Please report how many lines of the data include the word "features", with the number as the entire reply.

(The records)

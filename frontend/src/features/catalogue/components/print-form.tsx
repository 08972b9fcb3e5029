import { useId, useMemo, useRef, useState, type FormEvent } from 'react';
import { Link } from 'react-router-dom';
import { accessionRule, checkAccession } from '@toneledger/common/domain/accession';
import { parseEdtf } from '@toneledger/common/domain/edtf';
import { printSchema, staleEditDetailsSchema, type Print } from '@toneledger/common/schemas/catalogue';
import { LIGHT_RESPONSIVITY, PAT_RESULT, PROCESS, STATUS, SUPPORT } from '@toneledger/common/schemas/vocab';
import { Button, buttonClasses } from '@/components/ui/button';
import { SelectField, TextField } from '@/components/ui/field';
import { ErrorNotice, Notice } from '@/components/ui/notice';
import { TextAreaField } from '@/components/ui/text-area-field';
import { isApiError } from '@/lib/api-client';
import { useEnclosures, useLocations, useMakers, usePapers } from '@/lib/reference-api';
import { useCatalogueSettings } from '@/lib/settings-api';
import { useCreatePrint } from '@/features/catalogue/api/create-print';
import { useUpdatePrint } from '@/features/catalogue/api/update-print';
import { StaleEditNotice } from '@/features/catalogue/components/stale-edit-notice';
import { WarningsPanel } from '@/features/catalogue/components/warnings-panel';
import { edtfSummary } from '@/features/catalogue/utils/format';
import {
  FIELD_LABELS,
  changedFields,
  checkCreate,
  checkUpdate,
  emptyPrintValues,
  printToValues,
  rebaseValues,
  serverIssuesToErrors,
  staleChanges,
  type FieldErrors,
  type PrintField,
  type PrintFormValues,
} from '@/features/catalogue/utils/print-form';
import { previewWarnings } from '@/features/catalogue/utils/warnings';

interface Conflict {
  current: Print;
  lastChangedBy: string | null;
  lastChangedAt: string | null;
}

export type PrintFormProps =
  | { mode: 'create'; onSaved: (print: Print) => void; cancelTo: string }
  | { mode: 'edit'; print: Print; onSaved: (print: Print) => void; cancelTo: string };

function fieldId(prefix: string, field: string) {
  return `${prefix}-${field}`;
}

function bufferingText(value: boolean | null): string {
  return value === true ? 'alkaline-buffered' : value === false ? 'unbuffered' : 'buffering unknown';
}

(End The records)
(The records)

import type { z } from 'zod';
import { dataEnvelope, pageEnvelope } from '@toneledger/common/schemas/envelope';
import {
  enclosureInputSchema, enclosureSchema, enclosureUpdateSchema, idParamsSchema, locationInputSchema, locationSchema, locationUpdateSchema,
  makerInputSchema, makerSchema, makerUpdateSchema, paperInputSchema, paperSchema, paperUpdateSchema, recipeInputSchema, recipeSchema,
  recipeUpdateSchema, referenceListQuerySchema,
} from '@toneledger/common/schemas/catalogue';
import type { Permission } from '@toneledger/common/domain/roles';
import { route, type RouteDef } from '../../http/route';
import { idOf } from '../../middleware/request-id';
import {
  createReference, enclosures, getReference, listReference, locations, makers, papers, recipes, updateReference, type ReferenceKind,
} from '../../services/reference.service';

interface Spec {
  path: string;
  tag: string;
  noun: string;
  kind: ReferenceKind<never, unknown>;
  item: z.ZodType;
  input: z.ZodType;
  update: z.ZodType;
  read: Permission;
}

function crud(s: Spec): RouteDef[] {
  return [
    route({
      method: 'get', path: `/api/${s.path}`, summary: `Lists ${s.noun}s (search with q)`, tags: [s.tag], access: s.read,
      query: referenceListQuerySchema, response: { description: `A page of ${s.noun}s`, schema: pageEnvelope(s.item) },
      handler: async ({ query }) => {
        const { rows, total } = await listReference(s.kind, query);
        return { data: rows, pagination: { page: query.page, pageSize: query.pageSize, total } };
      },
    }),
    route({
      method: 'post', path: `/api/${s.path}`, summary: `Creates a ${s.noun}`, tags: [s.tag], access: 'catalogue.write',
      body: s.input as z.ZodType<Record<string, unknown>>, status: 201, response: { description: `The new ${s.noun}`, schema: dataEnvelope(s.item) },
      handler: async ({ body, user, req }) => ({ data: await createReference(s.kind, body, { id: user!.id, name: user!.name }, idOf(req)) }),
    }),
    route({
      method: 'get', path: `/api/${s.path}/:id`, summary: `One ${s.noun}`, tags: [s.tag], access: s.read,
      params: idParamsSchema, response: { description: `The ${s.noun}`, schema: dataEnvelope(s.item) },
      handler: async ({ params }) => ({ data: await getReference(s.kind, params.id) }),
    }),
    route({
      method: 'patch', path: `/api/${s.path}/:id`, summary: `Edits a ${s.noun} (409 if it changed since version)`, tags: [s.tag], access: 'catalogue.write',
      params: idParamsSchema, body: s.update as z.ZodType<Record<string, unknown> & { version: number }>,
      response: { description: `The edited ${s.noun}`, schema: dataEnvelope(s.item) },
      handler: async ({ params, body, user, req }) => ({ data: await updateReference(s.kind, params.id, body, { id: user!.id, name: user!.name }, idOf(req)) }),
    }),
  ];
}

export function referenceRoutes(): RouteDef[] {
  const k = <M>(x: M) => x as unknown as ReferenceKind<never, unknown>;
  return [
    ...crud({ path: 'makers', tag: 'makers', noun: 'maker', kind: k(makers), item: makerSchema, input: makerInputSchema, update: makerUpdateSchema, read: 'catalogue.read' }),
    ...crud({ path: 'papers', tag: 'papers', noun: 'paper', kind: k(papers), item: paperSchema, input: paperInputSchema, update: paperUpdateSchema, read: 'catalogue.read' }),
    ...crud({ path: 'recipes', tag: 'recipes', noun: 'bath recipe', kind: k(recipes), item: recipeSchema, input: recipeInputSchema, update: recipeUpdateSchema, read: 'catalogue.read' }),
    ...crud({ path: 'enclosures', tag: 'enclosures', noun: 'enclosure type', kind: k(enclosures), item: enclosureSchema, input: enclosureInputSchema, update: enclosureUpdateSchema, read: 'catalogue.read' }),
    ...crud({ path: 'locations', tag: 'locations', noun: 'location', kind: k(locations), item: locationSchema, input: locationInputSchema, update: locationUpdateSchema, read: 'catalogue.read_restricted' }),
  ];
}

(End The records)

**Reply to the exercise:** 8